(Data entries)
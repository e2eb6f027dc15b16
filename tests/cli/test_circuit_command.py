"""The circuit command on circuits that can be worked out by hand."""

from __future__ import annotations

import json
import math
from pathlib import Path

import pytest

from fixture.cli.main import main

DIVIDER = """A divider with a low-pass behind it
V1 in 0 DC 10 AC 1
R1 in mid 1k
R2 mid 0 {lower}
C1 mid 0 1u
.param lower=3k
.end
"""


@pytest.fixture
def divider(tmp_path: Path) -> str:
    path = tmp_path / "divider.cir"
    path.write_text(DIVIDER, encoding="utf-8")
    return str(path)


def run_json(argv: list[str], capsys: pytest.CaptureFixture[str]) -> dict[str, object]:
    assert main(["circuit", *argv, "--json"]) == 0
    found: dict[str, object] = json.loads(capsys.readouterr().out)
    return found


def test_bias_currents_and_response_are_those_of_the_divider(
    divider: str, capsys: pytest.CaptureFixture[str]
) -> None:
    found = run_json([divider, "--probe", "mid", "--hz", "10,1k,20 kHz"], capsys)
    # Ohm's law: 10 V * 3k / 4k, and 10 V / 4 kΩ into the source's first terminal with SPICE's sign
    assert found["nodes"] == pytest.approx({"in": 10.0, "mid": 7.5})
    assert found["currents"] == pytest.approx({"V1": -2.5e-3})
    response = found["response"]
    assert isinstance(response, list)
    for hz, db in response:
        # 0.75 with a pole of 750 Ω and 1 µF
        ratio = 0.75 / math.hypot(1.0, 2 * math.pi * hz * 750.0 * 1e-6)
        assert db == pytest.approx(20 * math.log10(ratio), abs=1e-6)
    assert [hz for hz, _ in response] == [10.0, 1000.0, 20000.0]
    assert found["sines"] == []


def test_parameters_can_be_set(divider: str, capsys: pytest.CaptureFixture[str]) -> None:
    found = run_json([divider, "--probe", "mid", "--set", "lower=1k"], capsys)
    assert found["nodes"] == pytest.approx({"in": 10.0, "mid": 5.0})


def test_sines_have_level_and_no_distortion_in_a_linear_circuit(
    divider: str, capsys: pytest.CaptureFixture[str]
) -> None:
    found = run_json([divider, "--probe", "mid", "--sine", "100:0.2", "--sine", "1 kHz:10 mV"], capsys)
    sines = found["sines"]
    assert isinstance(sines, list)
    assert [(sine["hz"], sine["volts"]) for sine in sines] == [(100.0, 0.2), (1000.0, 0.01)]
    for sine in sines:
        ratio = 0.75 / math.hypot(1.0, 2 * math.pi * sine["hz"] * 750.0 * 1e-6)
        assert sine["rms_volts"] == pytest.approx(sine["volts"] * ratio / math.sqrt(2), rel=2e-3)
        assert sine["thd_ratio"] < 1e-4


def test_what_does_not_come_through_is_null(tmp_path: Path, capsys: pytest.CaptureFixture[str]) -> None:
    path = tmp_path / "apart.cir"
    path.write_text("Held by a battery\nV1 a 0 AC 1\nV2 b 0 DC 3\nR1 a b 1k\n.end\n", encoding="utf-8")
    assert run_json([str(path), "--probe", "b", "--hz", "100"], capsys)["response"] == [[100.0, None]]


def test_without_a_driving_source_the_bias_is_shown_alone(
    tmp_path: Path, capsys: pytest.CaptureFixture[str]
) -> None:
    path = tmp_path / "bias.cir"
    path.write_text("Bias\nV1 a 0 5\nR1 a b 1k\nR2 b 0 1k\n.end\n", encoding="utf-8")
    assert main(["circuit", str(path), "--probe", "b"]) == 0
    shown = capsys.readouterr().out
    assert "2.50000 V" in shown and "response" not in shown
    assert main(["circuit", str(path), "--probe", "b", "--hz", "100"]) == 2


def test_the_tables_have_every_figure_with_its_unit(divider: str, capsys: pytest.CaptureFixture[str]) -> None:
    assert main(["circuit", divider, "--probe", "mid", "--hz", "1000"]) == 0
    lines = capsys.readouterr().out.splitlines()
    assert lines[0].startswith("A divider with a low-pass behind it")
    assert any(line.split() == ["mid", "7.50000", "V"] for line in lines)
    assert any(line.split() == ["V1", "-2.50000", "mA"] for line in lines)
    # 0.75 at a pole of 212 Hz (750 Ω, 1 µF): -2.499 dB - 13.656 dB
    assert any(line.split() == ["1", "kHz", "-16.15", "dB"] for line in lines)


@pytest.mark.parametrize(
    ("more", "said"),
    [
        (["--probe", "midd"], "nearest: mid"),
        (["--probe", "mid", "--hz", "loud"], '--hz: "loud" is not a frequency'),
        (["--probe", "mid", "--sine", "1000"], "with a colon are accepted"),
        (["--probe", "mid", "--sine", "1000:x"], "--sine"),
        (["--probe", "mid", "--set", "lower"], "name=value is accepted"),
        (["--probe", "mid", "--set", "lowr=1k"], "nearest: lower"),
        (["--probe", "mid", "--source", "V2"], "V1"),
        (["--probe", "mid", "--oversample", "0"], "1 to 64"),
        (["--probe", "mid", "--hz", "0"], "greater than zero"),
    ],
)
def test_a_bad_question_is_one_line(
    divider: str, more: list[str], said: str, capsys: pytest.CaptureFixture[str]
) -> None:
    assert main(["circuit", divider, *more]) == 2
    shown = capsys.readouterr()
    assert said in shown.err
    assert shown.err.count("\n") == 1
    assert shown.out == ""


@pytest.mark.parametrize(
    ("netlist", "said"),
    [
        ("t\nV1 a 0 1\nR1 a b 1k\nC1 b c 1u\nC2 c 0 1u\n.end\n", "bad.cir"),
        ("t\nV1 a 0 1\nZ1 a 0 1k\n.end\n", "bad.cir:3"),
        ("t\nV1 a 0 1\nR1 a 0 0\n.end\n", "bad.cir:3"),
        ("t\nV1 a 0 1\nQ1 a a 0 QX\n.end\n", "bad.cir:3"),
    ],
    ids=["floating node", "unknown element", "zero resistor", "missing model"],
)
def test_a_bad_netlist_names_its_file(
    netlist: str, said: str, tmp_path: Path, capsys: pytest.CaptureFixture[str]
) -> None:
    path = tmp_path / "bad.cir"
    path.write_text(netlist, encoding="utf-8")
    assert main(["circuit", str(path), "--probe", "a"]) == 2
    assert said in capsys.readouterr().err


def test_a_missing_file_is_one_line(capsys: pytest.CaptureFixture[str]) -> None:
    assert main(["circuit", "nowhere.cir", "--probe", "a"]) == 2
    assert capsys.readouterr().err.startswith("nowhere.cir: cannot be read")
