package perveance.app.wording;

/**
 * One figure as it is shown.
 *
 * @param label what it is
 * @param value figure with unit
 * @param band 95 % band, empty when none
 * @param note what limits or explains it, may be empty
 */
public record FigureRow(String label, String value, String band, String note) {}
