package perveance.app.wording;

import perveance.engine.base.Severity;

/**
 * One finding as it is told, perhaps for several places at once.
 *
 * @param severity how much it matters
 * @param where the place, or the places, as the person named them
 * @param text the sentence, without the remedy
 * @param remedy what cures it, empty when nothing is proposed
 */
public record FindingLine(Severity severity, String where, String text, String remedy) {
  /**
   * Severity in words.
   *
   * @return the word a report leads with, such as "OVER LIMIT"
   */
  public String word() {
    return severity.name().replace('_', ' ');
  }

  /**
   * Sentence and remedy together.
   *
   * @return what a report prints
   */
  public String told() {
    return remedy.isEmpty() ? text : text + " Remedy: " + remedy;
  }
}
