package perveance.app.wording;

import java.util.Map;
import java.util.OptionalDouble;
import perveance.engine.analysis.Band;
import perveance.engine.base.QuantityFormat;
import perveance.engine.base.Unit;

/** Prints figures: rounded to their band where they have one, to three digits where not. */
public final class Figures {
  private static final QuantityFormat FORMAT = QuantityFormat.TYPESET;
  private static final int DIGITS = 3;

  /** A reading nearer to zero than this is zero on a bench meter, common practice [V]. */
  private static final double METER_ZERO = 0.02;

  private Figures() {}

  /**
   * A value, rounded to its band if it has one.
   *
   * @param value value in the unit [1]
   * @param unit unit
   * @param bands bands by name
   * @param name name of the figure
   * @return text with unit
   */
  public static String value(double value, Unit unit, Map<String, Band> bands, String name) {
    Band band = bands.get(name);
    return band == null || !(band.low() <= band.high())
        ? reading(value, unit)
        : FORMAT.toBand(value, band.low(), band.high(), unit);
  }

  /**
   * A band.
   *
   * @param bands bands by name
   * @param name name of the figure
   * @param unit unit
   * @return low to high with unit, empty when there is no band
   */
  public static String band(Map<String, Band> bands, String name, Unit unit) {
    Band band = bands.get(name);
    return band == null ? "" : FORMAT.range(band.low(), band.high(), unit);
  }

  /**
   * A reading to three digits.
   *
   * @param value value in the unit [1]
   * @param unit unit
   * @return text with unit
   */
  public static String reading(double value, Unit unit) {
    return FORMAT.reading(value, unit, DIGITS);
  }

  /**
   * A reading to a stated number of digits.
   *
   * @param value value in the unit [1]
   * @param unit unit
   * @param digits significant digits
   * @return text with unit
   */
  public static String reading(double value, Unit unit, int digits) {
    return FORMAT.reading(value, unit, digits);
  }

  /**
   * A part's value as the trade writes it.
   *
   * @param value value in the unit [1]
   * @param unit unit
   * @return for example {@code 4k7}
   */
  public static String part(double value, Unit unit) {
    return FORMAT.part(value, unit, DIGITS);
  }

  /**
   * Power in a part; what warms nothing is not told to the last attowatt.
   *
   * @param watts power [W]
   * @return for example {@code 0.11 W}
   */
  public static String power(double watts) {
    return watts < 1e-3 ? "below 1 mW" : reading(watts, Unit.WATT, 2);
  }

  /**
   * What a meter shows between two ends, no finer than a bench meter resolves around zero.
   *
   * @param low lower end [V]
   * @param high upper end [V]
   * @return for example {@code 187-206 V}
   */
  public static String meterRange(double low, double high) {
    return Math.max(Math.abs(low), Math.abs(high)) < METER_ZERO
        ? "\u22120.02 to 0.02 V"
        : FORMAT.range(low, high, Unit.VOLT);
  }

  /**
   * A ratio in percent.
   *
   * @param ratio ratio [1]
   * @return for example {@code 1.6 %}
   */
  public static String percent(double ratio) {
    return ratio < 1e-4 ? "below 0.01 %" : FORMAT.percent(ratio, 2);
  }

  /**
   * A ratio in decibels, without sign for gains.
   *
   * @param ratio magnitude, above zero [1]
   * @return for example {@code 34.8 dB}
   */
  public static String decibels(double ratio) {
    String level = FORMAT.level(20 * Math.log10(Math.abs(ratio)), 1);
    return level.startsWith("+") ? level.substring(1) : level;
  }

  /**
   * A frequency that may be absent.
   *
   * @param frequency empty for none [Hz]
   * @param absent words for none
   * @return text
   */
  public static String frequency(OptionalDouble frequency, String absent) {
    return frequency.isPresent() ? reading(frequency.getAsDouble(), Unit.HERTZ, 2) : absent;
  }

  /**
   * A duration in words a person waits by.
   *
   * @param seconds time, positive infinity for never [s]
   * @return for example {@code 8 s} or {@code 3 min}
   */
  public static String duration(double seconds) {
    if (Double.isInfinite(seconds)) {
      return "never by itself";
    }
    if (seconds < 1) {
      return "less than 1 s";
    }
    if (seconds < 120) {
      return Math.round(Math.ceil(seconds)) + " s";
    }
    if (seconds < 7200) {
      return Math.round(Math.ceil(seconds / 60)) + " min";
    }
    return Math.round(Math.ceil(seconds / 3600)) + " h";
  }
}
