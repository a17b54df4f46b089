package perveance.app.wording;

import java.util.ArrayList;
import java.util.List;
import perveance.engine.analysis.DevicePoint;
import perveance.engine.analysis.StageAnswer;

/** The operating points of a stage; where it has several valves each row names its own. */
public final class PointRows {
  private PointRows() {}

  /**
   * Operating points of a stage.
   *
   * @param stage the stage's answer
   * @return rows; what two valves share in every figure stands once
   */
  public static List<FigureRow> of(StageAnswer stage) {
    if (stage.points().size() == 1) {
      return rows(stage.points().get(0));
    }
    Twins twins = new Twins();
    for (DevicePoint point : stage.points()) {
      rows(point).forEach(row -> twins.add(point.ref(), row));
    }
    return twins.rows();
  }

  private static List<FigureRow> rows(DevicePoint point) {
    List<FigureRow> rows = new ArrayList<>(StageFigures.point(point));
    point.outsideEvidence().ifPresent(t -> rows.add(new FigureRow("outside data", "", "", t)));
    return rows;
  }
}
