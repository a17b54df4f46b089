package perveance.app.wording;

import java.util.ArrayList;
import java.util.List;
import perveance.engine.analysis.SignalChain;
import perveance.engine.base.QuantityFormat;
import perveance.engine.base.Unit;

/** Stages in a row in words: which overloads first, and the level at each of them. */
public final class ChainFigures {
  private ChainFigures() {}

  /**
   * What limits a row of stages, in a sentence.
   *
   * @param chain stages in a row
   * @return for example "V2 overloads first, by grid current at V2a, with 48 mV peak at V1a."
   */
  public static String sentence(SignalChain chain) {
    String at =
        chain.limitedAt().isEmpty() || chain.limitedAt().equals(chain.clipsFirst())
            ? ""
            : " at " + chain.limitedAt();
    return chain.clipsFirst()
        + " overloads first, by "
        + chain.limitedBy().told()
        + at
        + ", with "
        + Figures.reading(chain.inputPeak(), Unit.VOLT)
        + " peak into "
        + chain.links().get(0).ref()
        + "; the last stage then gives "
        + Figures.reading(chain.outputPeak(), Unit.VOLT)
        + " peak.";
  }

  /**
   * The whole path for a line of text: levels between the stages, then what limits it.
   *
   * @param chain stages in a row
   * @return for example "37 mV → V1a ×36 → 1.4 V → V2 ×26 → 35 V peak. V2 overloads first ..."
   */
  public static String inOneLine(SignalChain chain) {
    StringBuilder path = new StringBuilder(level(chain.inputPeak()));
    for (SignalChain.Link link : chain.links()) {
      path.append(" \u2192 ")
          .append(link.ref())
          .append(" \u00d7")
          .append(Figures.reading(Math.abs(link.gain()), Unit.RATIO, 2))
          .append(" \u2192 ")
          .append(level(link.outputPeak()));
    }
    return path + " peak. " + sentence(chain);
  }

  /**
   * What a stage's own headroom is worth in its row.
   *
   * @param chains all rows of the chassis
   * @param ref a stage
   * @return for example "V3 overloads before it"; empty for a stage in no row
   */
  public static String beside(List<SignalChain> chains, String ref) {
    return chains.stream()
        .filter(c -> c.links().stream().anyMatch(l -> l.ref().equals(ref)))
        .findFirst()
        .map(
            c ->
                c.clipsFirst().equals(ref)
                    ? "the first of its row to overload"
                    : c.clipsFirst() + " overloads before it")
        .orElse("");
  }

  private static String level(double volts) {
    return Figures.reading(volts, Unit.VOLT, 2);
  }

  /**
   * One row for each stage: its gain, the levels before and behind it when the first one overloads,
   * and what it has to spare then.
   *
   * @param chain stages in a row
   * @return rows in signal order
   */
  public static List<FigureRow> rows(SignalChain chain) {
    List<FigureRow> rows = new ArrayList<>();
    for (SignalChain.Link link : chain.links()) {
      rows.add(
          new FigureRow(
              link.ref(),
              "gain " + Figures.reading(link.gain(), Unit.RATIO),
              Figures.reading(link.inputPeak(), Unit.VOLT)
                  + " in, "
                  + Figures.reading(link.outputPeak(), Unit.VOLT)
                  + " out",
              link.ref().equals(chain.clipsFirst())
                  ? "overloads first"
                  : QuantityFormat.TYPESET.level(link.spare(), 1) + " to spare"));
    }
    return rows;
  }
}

**Exercise**.
Work out how many lines of the preceding data contain the word "into". Reply with that number only.

**Response to the exercise**.
2